# Judges 13-16: Samson the Mighty



## dildaysc (Nov 14, 2018)

This morning I began the translation of Poole's _Synopsis_ on the Samson narrative.

If you are interested in Samson, it is a good time to join the study...

Samson was by far the most powerful of the Judges, but he was also the most morally problematic. Over the next few months we are going to be taking a hard look at this Judge; this is not your Sunday School's Samson.

Join us...

[Note: In the "Comments", there are some reflections from Edwards on the destructive power of lust.]

Reactions: Like 1


----------



## dildaysc (Nov 17, 2018)

I just finished the translation of Poole's _Synopsis _on Judges 13:3-5.

The Angel of the Lord visits Manoah's wife, with the promise of a son, Samson the Mighty.

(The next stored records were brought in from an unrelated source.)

def cmd_plugins(args: argparse.Namespace) -> int:
    """``caselint plugins``: the plugins loaded, their distributions and what each adds."""
    from caselint.engine.plugins import plugin_listing

    pm = plugin_manager(args)
    rows = plugin_listing(pm)

    def draw(console: Console, plain: bool) -> None:
        table = _table(plain, "Plugin", "Distribution", "Registers")
        for row in rows:
            adds = [f"{kind.replace('_', ' ')}: {', '.join(row[kind])}"
                    for kind in ("rules", "rule_sets", "case_sections", "reporters",
                                 "mesh_readers")
                    if row.get(kind)]
            dist = f"{row['distribution']} {row['version']}".strip()
            table.add_row(row["name"], dist,
                          "\n".join(adds) or "(no rules, rule sets, formats or readers)")
        console.print(table)
        if args.blocked:
            console.print(f"Blocked: {', '.join(sorted(set(args.blocked)))}")

    emit(sys.stdout, render_rich(draw))
    return ExitCode.OK


# -- schema, mesh, init ----------------------------------------------------------------


def cmd_schema(args: argparse.Namespace) -> int:
    """``caselint schema``: the case-file JSON Schema (or, with --report, the report's)."""
    if args.report:
        from caselint.report.json_report import report_schema_text

        text = report_schema_text()
    else:
        from caselint.manifest.schema import schema_text

        text = schema_text()
    emit(sys.stdout, text)
    return ExitCode.OK


#: Length units accepted by ``caselint mesh --units``, as metres per unit.
LENGTH_UNITS: dict[str, float] = {
    "m": 1.0, "dm": 0.1, "cm": 0.01, "mm": 1e-3, "um": 1e-6, "km": 1e3,
    "in": 0.0254, "ft": 0.3048,
}


def cmd_mesh(args: argparse.Namespace) -> int:
    """``caselint mesh``: size, cell types, boundary groups and quality spread of a mesh."""
    from caselint.mesh.summary import mesh_summary, render_summary_text

    summary = mesh_summary(args.mesh, LENGTH_UNITS[args.units])
    if args.format == "json":
        text = json.dumps(summary, sort_keys=True, indent=2, ensure_ascii=False, allow_nan=False)
    else:
        text = render_summary_text(summary, use_color(sys.stdout), output_width(sys.stdout))
    emit(sys.stdout, text)
    return ExitCode.OK


def cmd_init(args: argparse.Namespace) -> int:
    """``caselint init``: write a starter case file for a mesh, never over an existing file."""
    out = Path(args.output) if args.output else None
    if out is not None and (out.exists() or out.is_symlink()):
        raise UsageError(f"{out} already exists; caselint init never overwrites a file "
                         "(give another name with --output)")
    from caselint.manifest.starter import write_starter

    # Without --output the starter goes beside the mesh; write_starter refuses to overwrite.
    written = write_starter(Path(args.mesh), out)
    message(f"wrote {written}; complete it for your case, then run `caselint check {written}`")
    return ExitCode.OK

But who is this mysterious Angel, whose name is "Wonderful"? Could it be our Jesus?

See Matthew Henry and Robert Hawker in the "Comments".


----------



## Scottish Presbyterian (Nov 21, 2018)

Why was he the most morally problematic? His sin with Delilah was of course a great sin, but how is it different to, for example, Gideon's concubine in Shechem (not to mention his making an idol after being commissioned by God to destroy the false worship of Baal)? And what about Abimelech, the only one of the judges who appears to have been an unconverted man - was Samson really more morally problematic than him?


----------



## dildaysc (Dec 1, 2018)

Who was the Angel of the Lord that visited Manoah and his wife? Let us eavesdrop as Poole's interpreters discuss the matter...

Reactions: Like 1


----------



## dildaysc (Dec 7, 2018)

"In those days there was no king in Israel, but every man did that which was right in his own eyes."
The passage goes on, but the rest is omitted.